**Work order**
Could you set down exactly the lines in the records below between the line holding "[JsonIgnore]" and the line holding "settings.FindFaults, skipBadRows), Json);", inclusive?

**Dataset excerpts**
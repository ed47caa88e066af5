using System.CommandLine;
using System.Globalization;
using BenchCheck.Files;
using BenchCheck.Records;
using Spectre.Console;

namespace BenchCheck.Commands.Log;

/// <summary><c>benchcheck log trend PARAMETER</c>: one parameter over the records.</summary>
internal static class LogTrendCommand
{
    public static Command Create(Terminal terminal)
    {
        var command = new Command("trend", """
            Follows one parameter over the records, with the limits of the parts list.

            Example:
              benchcheck log trend "Q1 gain" --board "Circulation-fan stage" --verdict agrees
            """);
        var parameter = new Argument<string>("PARAMETER") { Description = "Part and parameter as estimates name them, such as \"Q1 gain\"; a part alone for all of its parameters." };
        var choice = LogChoice.Of(command);
        var search = new LogSearch(command);
        command.Add(parameter);
        command.SetAction(parsed =>
        {
            using var log = BenchLog.OpenExisting(choice.Place(parsed));
            var wanted = parsed.GetRequiredValue(parameter);
            var points = log.Records(search.Query(parsed))
                .SelectMany(r => (ResultSummary.Parse(r.Result)?.Parameters ?? []).Where(p => p.Part == wanted || p.Name == wanted).Select(p => (r.Entry, Estimate: p))).ToArray();
            if (points.Length == 0)
            {
                terminal.Error.WriteLine($"no record estimates \"{Printable.Text(wanted)}\"; log show N lists what a record estimates");
                return ExitCode.Unusable;
            }

            foreach (var group in points.GroupBy(p => (p.Entry.BoardTitle, p.Estimate.Name))) Write(terminal.Console, group.Key.BoardTitle, group.Key.Name, [.. group]);
            return ExitCode.Agrees;
        });
        return command;
    }

    private static void Write(IAnsiConsole console, string board, string name, (LogEntry Entry, FiledEstimate Estimate)[] points)
    {
        Layout.Heading(console, $"{name}, {board}");
        var table = Layout.Table(">record", "filed (UTC)", "serial", ">estimate", ">parts list", "");
        foreach (var (entry, estimate) in points)
        {
            Layout.Row(table,
                (entry.Number.ToString(CultureInfo.InvariantCulture), Style.Plain), (FiledRecords.Time(entry), Style.Plain), (entry.Serial ?? "", Style.Plain),
                (FiledRecords.Text(estimate), Style.Plain), (FiledRecords.Limits(estimate), Style.Plain),
                (estimate.Value < estimate.NominalLow ? "below" : estimate.Value > estimate.NominalHigh ? "above" : "", FiledRecords.StyleOf("out")));
        }

        console.Write(table);
    }
}
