using System.Text.Json;
using System.Text.Json.Serialization;
using BenchCheck.Core.Checking;
using BenchCheck.Core.Equations;

namespace BenchCheck.Commands.Log;

/// <summary>The settings of a check as a record keeps them.</summary>
internal sealed record FiledSettings(double Confidence, BandMethod Bands, JunctionLaw Law, int Draws, int Seed, bool FindFaults, bool SkipBadRows)
{
    private static readonly JsonSerializerOptions Json = new(JsonSerializerDefaults.Web) { Converters = { new JsonStringEnumConverter(JsonNamingPolicy.KebabCaseLower) } };

    [JsonIgnore]
    public CheckSettings Settings => CheckSettings.Default with
    {
        Confidence = Confidence, Bands = Bands, Law = Law, Draws = Draws, Seed = Seed, FindFaults = FindFaults,
    };

    public static string Text(CheckSettings settings, bool skipBadRows) => JsonSerializer.Serialize(
        new FiledSettings(settings.Confidence, settings.Bands, settings.Law, settings.Draws, settings.Seed, settings.FindFaults, skipBadRows), Json);

    /// <exception cref="JsonException">not the settings of a check</exception>
    public static FiledSettings Parse(string text) => JsonSerializer.Deserialize<FiledSettings>(text, Json) ?? throw new JsonException("no settings");
}
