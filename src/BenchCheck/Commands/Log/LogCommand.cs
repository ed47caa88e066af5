using System.CommandLine;

namespace BenchCheck.Commands.Log;

/// <summary><c>benchcheck log …</c>: looks back on the checks on record.</summary>
internal static class LogCommand
{
    public static Command Create(Terminal terminal) => new("log", """
        Looks back on the checks that were filed with check --log.

        Examples:
          benchcheck log list --serial 0042
          benchcheck log compare 17 23
          benchcheck log trend "Q1 gain"
          benchcheck log check
        """)
    {
        LogListCommand.Create(terminal), LogShowCommand.Create(terminal), LogAgainCommand.Create(terminal), LogCompareCommand.Create(terminal),
        LogTrendCommand.Create(terminal), LogExportCommand.Create(terminal), LogCheckCommand.Create(terminal),
        LogDefaultCommand.Create(terminal),
    };
}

**Written answer**
    [JsonIgnore]
    public CheckSettings Settings => CheckSettings.Default with
    {
        Confidence = Confidence, Bands = Bands, Law = Law, Draws = Draws, Seed = Seed, FindFaults = FindFaults,
    };

    public static string Text(CheckSettings settings, bool skipBadRows) => JsonSerializer.Serialize(
        new FiledSettings(settings.Confidence, settings.Bands, settings.Law, settings.Draws, settings.Seed, settings.FindFaults, skipBadRows), Json);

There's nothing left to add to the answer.